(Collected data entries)
┌──

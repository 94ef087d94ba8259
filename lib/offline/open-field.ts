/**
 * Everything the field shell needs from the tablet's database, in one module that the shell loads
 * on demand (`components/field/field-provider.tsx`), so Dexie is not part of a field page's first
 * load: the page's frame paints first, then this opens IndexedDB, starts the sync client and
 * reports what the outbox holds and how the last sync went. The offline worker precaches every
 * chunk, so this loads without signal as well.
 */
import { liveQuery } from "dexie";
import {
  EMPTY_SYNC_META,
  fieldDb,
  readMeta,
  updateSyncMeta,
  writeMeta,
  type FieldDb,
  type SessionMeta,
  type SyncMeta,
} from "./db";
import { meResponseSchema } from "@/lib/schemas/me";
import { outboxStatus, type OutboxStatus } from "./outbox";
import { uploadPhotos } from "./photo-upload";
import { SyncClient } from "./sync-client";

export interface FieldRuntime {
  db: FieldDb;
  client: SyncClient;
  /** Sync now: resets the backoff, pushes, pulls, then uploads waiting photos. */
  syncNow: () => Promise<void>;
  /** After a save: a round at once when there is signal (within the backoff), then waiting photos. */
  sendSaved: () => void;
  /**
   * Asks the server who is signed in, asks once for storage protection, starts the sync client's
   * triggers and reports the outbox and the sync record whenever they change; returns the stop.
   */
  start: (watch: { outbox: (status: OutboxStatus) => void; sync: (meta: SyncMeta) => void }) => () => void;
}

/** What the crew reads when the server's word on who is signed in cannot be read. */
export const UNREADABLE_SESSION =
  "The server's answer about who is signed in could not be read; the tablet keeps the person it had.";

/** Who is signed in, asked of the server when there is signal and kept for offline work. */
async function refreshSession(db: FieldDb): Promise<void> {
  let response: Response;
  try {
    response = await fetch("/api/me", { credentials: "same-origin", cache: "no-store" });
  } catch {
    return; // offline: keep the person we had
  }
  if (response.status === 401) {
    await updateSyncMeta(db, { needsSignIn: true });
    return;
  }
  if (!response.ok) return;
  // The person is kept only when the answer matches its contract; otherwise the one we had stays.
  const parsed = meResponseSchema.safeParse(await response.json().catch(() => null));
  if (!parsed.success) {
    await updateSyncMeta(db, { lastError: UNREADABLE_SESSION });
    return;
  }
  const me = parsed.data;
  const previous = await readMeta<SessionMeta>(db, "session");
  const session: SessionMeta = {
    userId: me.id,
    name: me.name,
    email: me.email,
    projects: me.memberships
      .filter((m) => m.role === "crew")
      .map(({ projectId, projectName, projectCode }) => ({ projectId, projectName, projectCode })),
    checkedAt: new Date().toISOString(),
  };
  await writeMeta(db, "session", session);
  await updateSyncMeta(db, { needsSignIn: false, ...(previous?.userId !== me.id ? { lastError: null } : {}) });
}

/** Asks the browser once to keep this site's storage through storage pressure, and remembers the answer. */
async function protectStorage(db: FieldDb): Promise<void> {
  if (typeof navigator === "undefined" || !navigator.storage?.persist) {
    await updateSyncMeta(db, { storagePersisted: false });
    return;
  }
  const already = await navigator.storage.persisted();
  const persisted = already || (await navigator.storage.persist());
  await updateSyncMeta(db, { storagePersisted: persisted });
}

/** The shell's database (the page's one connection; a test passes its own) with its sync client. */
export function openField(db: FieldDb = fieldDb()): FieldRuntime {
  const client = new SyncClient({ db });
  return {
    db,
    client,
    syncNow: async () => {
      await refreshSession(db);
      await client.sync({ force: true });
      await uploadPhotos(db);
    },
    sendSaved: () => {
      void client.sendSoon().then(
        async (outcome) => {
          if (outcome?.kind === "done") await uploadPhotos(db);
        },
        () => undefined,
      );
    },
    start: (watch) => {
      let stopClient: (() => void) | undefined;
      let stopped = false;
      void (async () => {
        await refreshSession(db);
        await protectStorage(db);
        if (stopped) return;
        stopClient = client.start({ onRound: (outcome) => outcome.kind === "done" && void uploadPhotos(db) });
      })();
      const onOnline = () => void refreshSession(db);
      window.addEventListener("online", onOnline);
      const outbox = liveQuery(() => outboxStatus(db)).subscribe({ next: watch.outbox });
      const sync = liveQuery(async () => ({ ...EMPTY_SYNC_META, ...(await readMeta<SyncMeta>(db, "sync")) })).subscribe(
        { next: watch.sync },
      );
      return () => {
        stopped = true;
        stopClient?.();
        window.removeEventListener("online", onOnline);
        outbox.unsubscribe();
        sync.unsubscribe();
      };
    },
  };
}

└──
┌──

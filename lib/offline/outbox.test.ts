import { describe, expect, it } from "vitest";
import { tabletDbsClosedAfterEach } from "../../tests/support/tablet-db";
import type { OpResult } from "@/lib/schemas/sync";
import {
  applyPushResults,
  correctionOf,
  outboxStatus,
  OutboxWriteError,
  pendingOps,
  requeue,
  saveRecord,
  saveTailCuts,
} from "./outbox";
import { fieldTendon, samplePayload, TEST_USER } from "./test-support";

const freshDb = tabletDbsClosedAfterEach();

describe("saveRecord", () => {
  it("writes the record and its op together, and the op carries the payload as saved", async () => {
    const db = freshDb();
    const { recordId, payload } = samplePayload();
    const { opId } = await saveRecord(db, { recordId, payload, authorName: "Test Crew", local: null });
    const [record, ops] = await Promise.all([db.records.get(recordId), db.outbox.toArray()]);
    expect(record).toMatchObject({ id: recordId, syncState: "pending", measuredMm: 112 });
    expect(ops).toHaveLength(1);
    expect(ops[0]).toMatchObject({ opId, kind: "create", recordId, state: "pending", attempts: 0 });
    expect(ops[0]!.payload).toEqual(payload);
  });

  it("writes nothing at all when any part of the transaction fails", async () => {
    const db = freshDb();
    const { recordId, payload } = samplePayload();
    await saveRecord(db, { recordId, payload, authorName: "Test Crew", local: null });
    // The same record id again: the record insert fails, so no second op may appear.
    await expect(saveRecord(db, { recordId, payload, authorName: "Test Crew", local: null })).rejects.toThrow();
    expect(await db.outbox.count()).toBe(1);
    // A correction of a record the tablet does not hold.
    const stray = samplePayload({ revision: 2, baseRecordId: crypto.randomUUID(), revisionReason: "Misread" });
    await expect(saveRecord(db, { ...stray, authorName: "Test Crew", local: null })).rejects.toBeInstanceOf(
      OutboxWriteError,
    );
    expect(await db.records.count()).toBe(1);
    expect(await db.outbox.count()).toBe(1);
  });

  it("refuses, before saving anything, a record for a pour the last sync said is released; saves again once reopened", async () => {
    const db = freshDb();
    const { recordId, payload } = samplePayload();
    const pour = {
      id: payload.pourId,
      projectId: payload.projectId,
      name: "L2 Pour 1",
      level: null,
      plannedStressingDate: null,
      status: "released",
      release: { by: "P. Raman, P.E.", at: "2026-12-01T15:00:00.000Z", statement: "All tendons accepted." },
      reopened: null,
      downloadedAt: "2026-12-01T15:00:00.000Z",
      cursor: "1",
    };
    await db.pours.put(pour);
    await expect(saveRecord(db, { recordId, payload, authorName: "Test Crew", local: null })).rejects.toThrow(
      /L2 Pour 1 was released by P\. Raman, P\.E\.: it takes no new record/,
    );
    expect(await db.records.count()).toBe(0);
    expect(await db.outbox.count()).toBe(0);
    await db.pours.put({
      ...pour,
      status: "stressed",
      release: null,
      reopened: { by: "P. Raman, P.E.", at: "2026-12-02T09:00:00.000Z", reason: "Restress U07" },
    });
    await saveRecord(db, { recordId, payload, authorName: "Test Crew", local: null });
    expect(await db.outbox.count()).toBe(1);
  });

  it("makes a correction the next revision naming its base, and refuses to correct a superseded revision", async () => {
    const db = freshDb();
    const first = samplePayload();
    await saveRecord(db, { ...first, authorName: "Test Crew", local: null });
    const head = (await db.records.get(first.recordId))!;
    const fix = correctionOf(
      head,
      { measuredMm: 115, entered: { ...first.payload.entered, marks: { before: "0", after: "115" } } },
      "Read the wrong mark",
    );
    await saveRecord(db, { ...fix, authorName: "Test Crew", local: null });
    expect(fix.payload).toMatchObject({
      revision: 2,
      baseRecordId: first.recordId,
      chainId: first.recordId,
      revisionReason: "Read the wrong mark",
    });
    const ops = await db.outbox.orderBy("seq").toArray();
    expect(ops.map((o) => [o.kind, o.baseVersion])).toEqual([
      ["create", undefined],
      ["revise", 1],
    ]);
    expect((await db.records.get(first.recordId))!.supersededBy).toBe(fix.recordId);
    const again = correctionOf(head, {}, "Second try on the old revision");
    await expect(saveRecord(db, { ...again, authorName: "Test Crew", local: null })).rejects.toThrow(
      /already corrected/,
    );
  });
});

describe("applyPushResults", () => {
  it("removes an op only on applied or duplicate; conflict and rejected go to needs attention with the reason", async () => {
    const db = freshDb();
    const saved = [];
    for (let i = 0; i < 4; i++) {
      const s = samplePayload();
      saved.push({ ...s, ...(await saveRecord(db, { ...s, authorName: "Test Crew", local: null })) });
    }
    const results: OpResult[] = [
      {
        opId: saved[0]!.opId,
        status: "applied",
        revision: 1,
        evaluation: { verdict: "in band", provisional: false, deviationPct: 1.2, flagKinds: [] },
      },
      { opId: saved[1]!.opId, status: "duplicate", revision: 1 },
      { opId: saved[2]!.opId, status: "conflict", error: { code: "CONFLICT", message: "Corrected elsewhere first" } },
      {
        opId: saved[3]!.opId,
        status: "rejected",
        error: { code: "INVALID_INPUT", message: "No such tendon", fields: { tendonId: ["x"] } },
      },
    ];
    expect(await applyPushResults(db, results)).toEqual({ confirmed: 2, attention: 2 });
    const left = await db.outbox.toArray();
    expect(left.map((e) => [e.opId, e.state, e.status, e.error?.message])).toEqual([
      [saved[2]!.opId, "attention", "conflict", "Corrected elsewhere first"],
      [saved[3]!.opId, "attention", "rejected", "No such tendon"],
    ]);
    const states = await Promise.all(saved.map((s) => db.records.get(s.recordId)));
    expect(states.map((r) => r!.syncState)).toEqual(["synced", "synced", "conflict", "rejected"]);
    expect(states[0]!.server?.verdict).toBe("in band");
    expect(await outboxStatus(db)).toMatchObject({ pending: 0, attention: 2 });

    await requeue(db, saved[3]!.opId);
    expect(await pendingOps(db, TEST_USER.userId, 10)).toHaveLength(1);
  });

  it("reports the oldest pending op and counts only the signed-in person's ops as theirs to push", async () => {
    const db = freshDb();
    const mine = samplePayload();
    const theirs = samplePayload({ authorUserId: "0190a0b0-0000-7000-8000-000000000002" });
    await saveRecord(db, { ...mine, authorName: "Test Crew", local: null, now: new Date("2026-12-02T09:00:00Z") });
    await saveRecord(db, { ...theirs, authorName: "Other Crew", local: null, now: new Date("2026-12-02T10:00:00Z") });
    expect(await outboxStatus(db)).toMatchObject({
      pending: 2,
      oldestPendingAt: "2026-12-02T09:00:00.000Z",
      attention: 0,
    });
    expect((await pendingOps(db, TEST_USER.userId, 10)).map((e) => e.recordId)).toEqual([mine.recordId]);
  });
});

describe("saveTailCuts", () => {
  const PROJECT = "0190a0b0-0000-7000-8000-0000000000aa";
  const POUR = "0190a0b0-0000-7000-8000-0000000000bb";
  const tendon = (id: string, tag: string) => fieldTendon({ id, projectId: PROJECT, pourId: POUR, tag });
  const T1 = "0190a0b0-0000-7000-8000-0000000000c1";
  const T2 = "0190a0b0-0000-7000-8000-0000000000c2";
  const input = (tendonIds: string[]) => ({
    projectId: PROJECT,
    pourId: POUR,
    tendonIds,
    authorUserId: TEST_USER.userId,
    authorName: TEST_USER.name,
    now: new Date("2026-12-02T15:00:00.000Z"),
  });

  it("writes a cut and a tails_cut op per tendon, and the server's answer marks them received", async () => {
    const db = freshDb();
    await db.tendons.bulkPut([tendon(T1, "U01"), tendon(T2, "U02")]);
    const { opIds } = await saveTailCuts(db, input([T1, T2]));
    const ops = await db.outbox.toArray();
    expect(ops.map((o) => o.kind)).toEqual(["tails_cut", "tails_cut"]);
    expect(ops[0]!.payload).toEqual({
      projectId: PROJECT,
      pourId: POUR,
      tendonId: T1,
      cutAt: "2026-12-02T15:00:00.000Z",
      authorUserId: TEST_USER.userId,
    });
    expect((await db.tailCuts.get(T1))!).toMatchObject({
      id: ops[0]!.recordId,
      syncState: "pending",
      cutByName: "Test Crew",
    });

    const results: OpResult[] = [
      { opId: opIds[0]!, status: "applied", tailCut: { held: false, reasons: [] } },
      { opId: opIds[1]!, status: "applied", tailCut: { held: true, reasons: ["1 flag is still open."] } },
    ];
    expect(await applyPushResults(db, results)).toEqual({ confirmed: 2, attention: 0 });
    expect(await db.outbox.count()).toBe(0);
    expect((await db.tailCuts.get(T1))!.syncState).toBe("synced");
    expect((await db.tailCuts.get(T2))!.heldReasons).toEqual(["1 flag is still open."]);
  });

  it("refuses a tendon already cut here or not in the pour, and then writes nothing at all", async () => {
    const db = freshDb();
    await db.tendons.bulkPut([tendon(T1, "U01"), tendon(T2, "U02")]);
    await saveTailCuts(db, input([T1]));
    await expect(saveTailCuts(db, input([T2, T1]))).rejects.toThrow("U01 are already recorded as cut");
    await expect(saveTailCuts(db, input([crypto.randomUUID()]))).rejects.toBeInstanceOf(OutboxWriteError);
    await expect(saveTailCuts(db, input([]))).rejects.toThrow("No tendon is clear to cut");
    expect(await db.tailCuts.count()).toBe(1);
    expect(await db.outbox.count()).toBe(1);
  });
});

└──

- _WORK TO BE COMPLETED_: Only a number is expected here: the count of lines in the records above that include the word "offline".

- _WRITTEN ANSWER_: 5